According to the magazine ZDNetDNA can store data at record densities. "DNA is the densest known storage medium in the universe," says Victor Zhirnov, of the University of California, Berkeley. Semiconductor Research Corporation. DNA is far more resistant than silicon. Its lifetime is estimated to be between one hundred and one thousand times longer than a device made of silicon. The molecule is so stable that it is frequently found in mammoth bones for example. But its most important characteristic is its density. DNA can contain 1,000,000,000,000,000,000 (that is, a quintillion bits of data in a cubic millimetre). On this scale, storing all the information produced since mankind has existed could fit in a space of only a few square meters.
 
The problem with storing data on DNA is that it's slow and expensive. Barriers that Microsoft says are being overcome.
Last year the computer firm demonstrated its DNA data storage technology by encoding about 200 megabytes of data in the form of 100 literary classics into the four DNA bases in a single process. According to the MIT review, this process would have cost about 800,000 $ US using open market materials, meaning it would have to be a thousand times cheaper to make it a competitive option. Aggravatingly, the encoding process is also incredibly slow, with data being stored at a rate of about 400 bytes per second. Microsoft says it takes about 100 megabytes per second to be commercially viable. It is true that converting digital bits into DNA code (consisting of strings of nucleotides labelled A, G, C and T) remains complicated and expensive because of the chemical process used to make DNA strands. For its demonstration Microsoft used 13,448,372 unique pieces of DNA.
 
Microsoft is working on this research with an ecosystem of companies and startups : Twist Biosciencea San Francisco-based DNA manufacturer, DNAScript, Nuclera Nucleics, Evonetix, Molecular Assemblies, Catalog DNA, Helixworks and Genome Foundry.
Jean Bolot, scientific director of Technicolor Research in Los Altos, told MIT Technological Review that he is funding this work at Harvard University in the lab of genomics expert George Church. "I'm confident we'll have results we can talk about as early as this year," he says. He adds that his company has been talking to film studios about how they might use DNA storage. He says half of all films made before 1951 are already lost because they were stored on celluloid. Now new formats such as high-definition video and virtual reality demand more of the studios' ability to preserve their work.
 
A spokesperson for Microsoft Research told MIT Technology Review that the company could not confirm "details of a product plan" at this time. Within the company, the idea of DNA storage is widely promoted but not yet universally accepted. The current goal is to build a "proto-commercial system within three years that will store an amount of DNA data in one of our data centers," says Doug Carmean, an architect at Microsoft Research.
 
Microsoft still holds the mystery of its ability to lower the costs of the process and speed it up, but advances in biotechnology are showing every day a decrease in the cost of gene sequencing, so the goal of the end of the decade seems realistic.

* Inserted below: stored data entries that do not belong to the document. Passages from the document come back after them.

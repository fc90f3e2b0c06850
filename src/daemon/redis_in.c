/*
 * redis_in.c: the Redis stream consumer, on hiredis's async API attached
 * to the daemon's event base. Each stream entry carries a field `records`
 * with one or more protocol lines separated by '\n' (producers batch);
 * the lines go to ingest.c like any other input.
 *
 * Exactly once across crashes rests on three rules:
 *  - entries are applied in ID order and the checkpoint stores the last
 *    applied ID together with the engine state it produced;
 *  - an entry is acknowledged (XACK) only once a checkpoint covers it, so
 *    anything applied after the last checkpoint is still pending in Redis
 *    when we die;
 *  - at start we first read back this consumer's own pending entries: the
 *    ones with an ID at or below the checkpoint's are already in the
 *    restored state and are only acknowledged, the later ones are applied.
 * The rules assume one logical consumer per group (one daemon, whose
 * consumer name may change): entries reclaimed from other consumers obey
 * the same ID rule. redis_lease.c keeps it so: nothing is read or applied
 * unless this daemon holds the group's lease; under [redis] ha the reads
 * go through its fenced script and a new holder adopts the old one's
 * checkpoint before reading the shared consumer's pending entries back.
 *
 * One connection carries everything. Between two blocking reads the
 * consumer runs its housekeeping (redis_house.c), one step at a time:
 * acknowledgements, dead letters, reclaiming entries idle on other
 * consumers (never on itself: its own pending entries are applied and
 * wait for a checkpoint), lag and pending counts.
 * Each connection starts by making the group if it is missing
 * (redis_house_setup): a new one where [redis] start says, a lost one
 * (Redis restarted without it, XGROUP DESTROY) just after the entry the
 * checkpoint holds, never at the stream's end.
 *
 * Poison: Redis's delivery counter is not used, because every restart
 * re-reads our own pending entries and would raise it without anything
 * having failed. The daemon counts failures itself: before applying a
 * batch of entries it writes their ID range to a small file in the state
 * directory (redis-applying) and marks it done after; a start that finds
 * a batch not done knows the last run died applying one of its entries,
 * and marks that batch entry by entry when it comes again, so a second
 * death names the entry. An entry that failed so
 * max_deliveries times goes to the dead-letter stream instead of being
 * applied once more, as does an entry without `records` (nothing to
 * apply). Bad lines inside `records` cost only themselves: they are
 * counted and logged by ingest.c like any input's.
 *
 * The connection comes back after any failure with exponential backoff
 * (100 ms doubling to 10 s); a watchdog drops it when an answer is late
 * (a blocking read gets block + 5 s). Freeing the hiredis context never
 * happens inside its own callbacks: failures found there are handed to a
 * deferred event.
 */
#include <inttypes.h>
#include <math.h>
#include <limits.h>
#include <stdarg.h>
#include <stdio.h>
#include <stdlib.h>
#include <string.h>
#include <unistd.h>

#include <event2/event.h>
#include <hiredis/hiredis.h>
#include <hiredis/async.h>
#include <hiredis/adapters/libevent.h>

#include "stopcock/addr.h"
#include "stopcock/log.h"
#include "redis_in_int.h"

static void	redis_in_connect(struct redis_in *);
static void	redis_in_trim_flush(struct redis_in *);

static const char *
redis_in_state_name(enum redis_in_state s)
{
	switch (s) {
	case RS_IDLE:
		return "idle";
	case RS_CONNECTING:
		return "connecting";
	case RS_SETUP:
		return "setup";
	case RS_PENDING:
		return "pending";
	case RS_STEADY:
		return "steady";
	case RS_STANDBY:
		return "standby";
	case RS_STOPPED:
		return "stopped";
	}
	return "?";
}

/* The one place the consumer changes state. */
static void
redis_in_set_state(struct redis_in *r, enum redis_in_state new)
{
	if (r->state == new)
		return;
	if (new == RS_STEADY || r->state == RS_STEADY || new == RS_IDLE)
		log_info("redis: %s -> %s stream=%s consumer=%s last=%s",
		    redis_in_state_name(r->state), redis_in_state_name(new),
		    r->stream, r->consumer, redis_in_last_id(r));
	else
		log_debug("redis: %s -> %s stream=%s",
		    redis_in_state_name(r->state), redis_in_state_name(new),
		    r->stream);
	r->state = new;
}

/* Schedule a reconnection after the current backoff, then double it. */
static void
redis_in_retry(struct redis_in *r)
{
	struct timeval tv;

	if (r->state == RS_STOPPED || evtimer_pending(r->retry_ev, NULL))
		return;
	redis_in_set_state(r, RS_IDLE);
	tv.tv_sec = (time_t)r->backoff;
	tv.tv_usec = (suseconds_t)((r->backoff - tv.tv_sec) * 1e6);
	evtimer_add(r->retry_ev, &tv);
	r->backoff *= 2;
	if (r->backoff > REDIS_IN_BACKOFF_MAX)
		r->backoff = REDIS_IN_BACKOFF_MAX;
}

/* Drop the connection now. Never from inside a hiredis callback. */
static void
redis_in_drop(struct redis_in *r, const char *why)
{
	redisAsyncContext *ac = r->ac;

	if (ac == NULL)
		return;
	log_warnx("redis: dropping the connection: %s address=%s", why,
	    r->address);
	redisAsyncFree(ac);	/* runs pending callbacks with NULL replies */
	r->ac = NULL;
	r->outstanding = 0;
	r->reading = 0;
	r->ops = 0;
	redis_in_retry(r);
}

static void
redis_in_fail_cb(evutil_socket_t fd, short what, void *arg)
{
	struct redis_in *r = arg;
	const char *why = r->fail_why != NULL ? r->fail_why : "protocol error";

	r->fail_why = NULL;
	redis_in_drop(r, why);
}

/* From inside a callback: log now, drop the connection just after. */
void
redis_in_fail(struct redis_in *r, const char *cmd, const redisReply *reply)
{
	r->errors++;
	log_warnx("redis: %s failed: %.*s stream=%s", cmd,
	    reply != NULL && reply->str != NULL ? (int)reply->len : 7,
	    reply != NULL && reply->str != NULL ? reply->str : "no data",
	    r->stream);
	event_active(r->fail_ev, EV_TIMEOUT, 0);
}

/* Every callback starts here: the answer arrived (or the link died). */
int
redis_in_answer(struct redis_in *r, const redisReply *reply)
{
	if (r->outstanding > 0)
		r->outstanding--;
	if (reply == NULL || r->ac == NULL || r->state == RS_STOPPED)
		return -1;
	r->wait_since = daemon_now();
	return 0;
}

static int
redis_in_sent(struct redis_in *r, int rc, const char *what)
{
	if (rc != REDIS_OK) {
		r->errors++;
		log_warnx("redis: cannot send %s stream=%s", what, r->stream);
		event_active(r->fail_ev, EV_TIMEOUT, 0);
		return -1;
	}
	if (r->outstanding++ == 0)
		r->wait_since = daemon_now();
	return 0;
}

int
redis_in_cmd(struct redis_in *r, redisCallbackFn *fn, void *priv,
    const char *fmt, ...)
{
	va_list ap;
	int rc;

	if (r->ac == NULL)
		return -1;
	va_start(ap, fmt);
	rc = redisvAsyncCommand(r->ac, fn, priv, fmt, ap);
	va_end(ap);
	return redis_in_sent(r, rc, fmt);
}

int
redis_in_argv(struct redis_in *r, redisCallbackFn *fn, void *priv, int argc,
    const char **argv, const size_t *lens)
{
	if (r->ac == NULL)
		return -1;
	return redis_in_sent(r, redisAsyncCommandArgv(r->ac, fn, priv, argc,
	    argv, lens), argv[0]);
}

/* A housekeeping step ended: maybe the next one, or the next read. */
void
redis_in_op_done(struct redis_in *r)
{
	if (r->ops > 0)
		r->ops--;
	redis_in_next(r);
}

void
redis_in_batch_begin(struct redis_in *r, const redisReply *list)
{
	struct sid id, first = { 0, 0 }, last = { 0, 0 };
	size_t i, n = 0;

	r->mark_each = 0;
	for (i = 0; i < list->elements; i++) {
		const redisReply *e = list->element[i];

		if (e->type != REDIS_REPLY_ARRAY || e->elements != 2 ||
		    redis_in_sid_reply(e->element[0], &id) != 0)
			continue;
		if (n++ == 0)
			first = id;
		last = id;
		if (redis_in_guard_failures(r, id) > 0)
			r->mark_each = 1;
	}
	if (n > 0 && !r->mark_each)
		redis_in_guard_range(r, first, last, 0);
}

void
redis_in_batch_end(struct redis_in *r)
{
	redis_in_guard_write(r, "D");
	r->mark_each = 0;
	redis_in_trim_flush(r);
}

/* The string value of field name in an entry's fields, or NULL. */
static const redisReply *
redis_in_field(const redisReply *fields, const char *name)
{
	size_t i, len = strlen(name);

	for (i = 0; i + 1 < fields->elements; i += 2)
		if (fields->element[i]->type == REDIS_REPLY_STRING &&
		    fields->element[i]->len == len &&
		    memcmp(fields->element[i]->str, name, len) == 0)
			return fields->element[i + 1]->type ==
			    REDIS_REPLY_STRING ? fields->element[i + 1] : NULL;
	return NULL;
}

static void
redis_in_apply(struct redis_in *r, struct sid id, const redisReply *fields,
    const redisReply *v)
{
	const redisReply *pr, *mid, *ts, *sig;

	if (r->mark_each)
		redis_in_guard_range(r, id, id, redis_in_guard_failures(r, id));
	if (auth_signed(r->d->conf, SRC_REDIS)) {
		/* a signed batch: producer, id, ts, signature beside records
		 * (frame.h); refused whole or applied whole */
		pr = redis_in_field(fields, "producer");
		mid = redis_in_field(fields, "id");
		ts = redis_in_field(fields, "ts");
		sig = redis_in_field(fields, "signature");
		(void)auth_fields(r->d, SRC_REDIS,
		    pr ? pr->str : NULL, pr ? pr->len : 0,
		    mid ? mid->str : NULL, mid ? mid->len : 0,
		    ts ? ts->str : NULL, ts ? ts->len : 0,
		    sig ? sig->str : NULL, sig ? sig->len : 0, v->str, v->len);
	} else
		ingest_lines(r->d, SRC_REDIS, v->str, v->len);
	r->last = id;
	r->entries++;
}

static void
redis_in_trim_flush(struct redis_in *r)
{
	char a[SID_BUF], b[SID_BUF];

	if (r->trim_n == 0)
		return;
	r->trimmed[TRIM_PENDING] += r->trim_n;
	log_warnx("redis: entries trimmed before they were applied count=%"
	    PRIu64 " first=%s last=%s stream=%s", r->trim_n,
	    redis_in_sid_fmt(r->trim_first, a),
	    redis_in_sid_fmt(r->trim_last, b), r->stream);
	r->trim_n = 0;
}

Even if this objective were to be achieved, it is likely that it would only be used in certain circumstances for customers willing to pay for a specialized storage solution - such as critical medical or legal data archives - rather than replacing current large-scale storage methods.
 
Here, science fiction is fast becoming reality and there is no reason to believe that, ultimately, DNA-based data storage could ever involve living computers.
While Microsoft's DNA storage solution is based on chips, future versions of storage may involve enzymes or bacteria designed to perform calculations.
 
Even outside of cells, DNA potentially offers new ways of calculating data, opening up ways to rapidly reduce the numbers of certain problems, just as quantum computers do in other areas of mathematics. For now, it appears that DNA has a strong role to play in solving a very real problem of managing large amounts of data, a problem that will only get worse over time.